Harvard Psychologist Richard Weissbourd: You Should 'Prioritize Kindess' For Your Kids

How To 'Prioritize Kindness' For Your Kids

Most parents want their kids to be caring individuals, but how many actually portray that sentiment on a daily basis?

According to Richard Weissbourd, co-director of the Making Caring Common Project, not enough parents are.

“Part of what we’re urging parents to do here is walk the talk. If you really are saying that you want your kid to be caring, then you have to make that the expectation day-to-day,” Weissbourd said in a conversation with HuffPost Live's Caroline Modarressy-Tehrani.

We also sometimes “prioritize our kids’ achievement over their caring towards others,” he said. For example, by letting kids “fudge their community service,” parents send an unofficial signal that prioritizes the child’s interests over others.

Weissbourd gave a few recommendations to help parents in this predicament.
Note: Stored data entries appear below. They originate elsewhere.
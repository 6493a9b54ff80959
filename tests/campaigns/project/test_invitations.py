from datetime import timedelta

import pytest
from django.utils import timezone

from observers.actions.invite_person import invite_first_coordinator, invite_person
from observers.models import Invitation, Person, Role

JSON = "application/json"
PASSWORD = "a dark clear night"


def _invite(client, coordinator, **body):
    client.force_login(coordinator)
    answer = client.post("/api/v1/invitations", body, content_type=JSON)
    client.logout()
    return answer


def _token(answer):
    return answer.json()["link"].rstrip("/").rsplit("/", 1)[1]


def _accept(client, token, name="Lena Koster", password=PASSWORD):
    body = {"token": token, "name": name, "password": password}
    return client.post("/api/v1/invitations/accept", body, content_type=JSON)


def test_a_link_makes_an_account_and_signs_in(client, coordinator):
    made = _invite(client, coordinator, role="observer")
    assert made.status_code == 201
    assert "/join/" in made.json()["link"]
    answer = _accept(client, _token(made))
    assert answer.status_code == 201
    assert answer.json()["observer"]["name"] == "Lena Koster"
    assert client.get("/api/v1/session").json()["observer"]["role"] == "observer"


@pytest.mark.parametrize("role", Role.values)
def test_the_link_decides_the_role(client, coordinator, role):
    _accept(client, _token(_invite(client, coordinator, role=role)))
    assert Person.objects.get(name="Lena Koster").role == role


def test_a_link_works_once(client, coordinator):
    token = _token(_invite(client, coordinator))
    assert _accept(client, token).status_code == 201
    client.logout()
    again = _accept(client, token, name="Somebody Else")
    assert again.status_code == 404
    assert "used" in again.json()["detail"]
    assert not Person.objects.filter(name="Somebody Else").exists()


def test_a_link_expires(client, coordinator):
    token = _token(_invite(client, coordinator))
    Invitation.objects.update(expires_at=timezone.now() - timedelta(seconds=1))
    assert "expired" in _accept(client, token).json()["detail"]


def test_a_guessed_link_leads_nowhere(client, db):
    answer = _accept(client, "guessed")
    assert answer.status_code == 404
    assert answer.json()["advice"]


def test_the_secret_of_a_link_is_not_stored(client, coordinator):
    token = _token(_invite(client, coordinator))
    invitation = Invitation.objects.get()
    assert token not in str(invitation.__dict__)


@pytest.mark.parametrize(
    ("name", "password", "field"),
    [
        ("", PASSWORD, "name"),
        ("Lena\u200b", PASSWORD, "name"),
        ("Lena Koster", "short", "password"),
        ("Lena Koster", "password123", "password"),
    ],
)
def test_a_refusal_leaves_the_link_good(client, coordinator, name, password, field):
    token = _token(_invite(client, coordinator))
    refused = _accept(client, token, name=name, password=password)
    assert refused.status_code == 400
    assert refused.json()["errors"][0]["field"] == field
    assert _accept(client, token).status_code == 201


def test_a_taken_name_in_any_case_leaves_the_link_good(client, coordinator):
    token = _token(_invite(client, coordinator))
    refused = _accept(client, token, name="ADA merken")
    assert (refused.status_code, refused.json()["code"]) == (409, "name-taken")
    assert _accept(client, token).status_code == 201


@pytest.mark.parametrize("who", ["observer", "onlooker"])
def test_only_coordinators_invite(client, request, who):
    client.force_login(request.getfixturevalue(who))
    answer = client.post("/api/v1/invitations", {}, content_type=JSON)
    assert (answer.status_code, answer.json()["code"]) == (403, "not-allowed")


def test_without_an_account_nobody_invites(client, db):
    answer = client.post("/api/v1/invitations", {}, content_type=JSON)
    assert (answer.status_code, answer.json()["code"]) == (401, "not-signed-in")


def test_a_reset_link_gives_a_new_password_and_nothing_else(client, coordinator, observer):
    token = _token(_invite(client, coordinator, person=observer.pk, role="coordinator"))
    assert _accept(client, token, name="", password="quite another night").status_code == 201
    observer.refresh_from_db()
    assert observer.check_password("quite another night")
    assert (observer.name, observer.role) == ("Jon Veld", "observer")
    assert Person.objects.count() == 2


def test_the_first_link_makes_a_coordinator(client, db):
    invited = invite_first_coordinator(now=timezone.now())
    assert _accept(client, invited.secret).json()["observer"]["role"] == "coordinator"


def test_a_new_first_link_voids_the_one_before(client, db):
    old = invite_first_coordinator(now=timezone.now())
    invite_first_coordinator(now=timezone.now())
    assert _accept(client, old.secret).status_code == 404


def test_there_is_no_first_link_once_there_is_an_account(observer):
    assert invite_first_coordinator(now=timezone.now()) is None


def test_the_page_of_a_link_keeps_its_address_to_itself(client, coordinator):
    invited = invite_person(coordinator, role=Role.OBSERVER, now=timezone.now())
    page = client.get(f"/join/{invited.secret}/")
    assert page.status_code == 200
    assert page["Referrer-Policy"] == "no-referrer"
    assert page["Cache-Control"] == "no-store"
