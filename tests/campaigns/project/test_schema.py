"""The description of the API is complete enough to be read by programs."""


def test_the_schema_is_openapi_3_1_and_names_the_endpoints(client, db):
    schema = client.get("/api/schema/").json()
    assert schema["openapi"].startswith("3.1")
    for path in ("session", "invitations", "invitations/accept", "tokens"):
        assert f"/api/v1/{path}" in schema["paths"]


def test_every_operation_says_what_it_does(client, db):
    schema = client.get("/api/schema/").json()
    for path, operations in schema["paths"].items():
        for method, operation in operations.items():
            assert operation.get("summary"), f"{method} {path}"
“One thing we might do is instead of saying to our kids the most important thing is that you’re happy, [instead try] saying that the most important thing is that you’re kind,” he said.

But modeling this behavior for kids isn’t enough, Weissbourd added. Practicing what we preach in our own interactions with other adults is just as important.

“So when you come home from work, rather than talking about your accomplishments that day, you might talk about the ways in which you helped someone else out, or something kind and caring that somebody else did that day," he advised.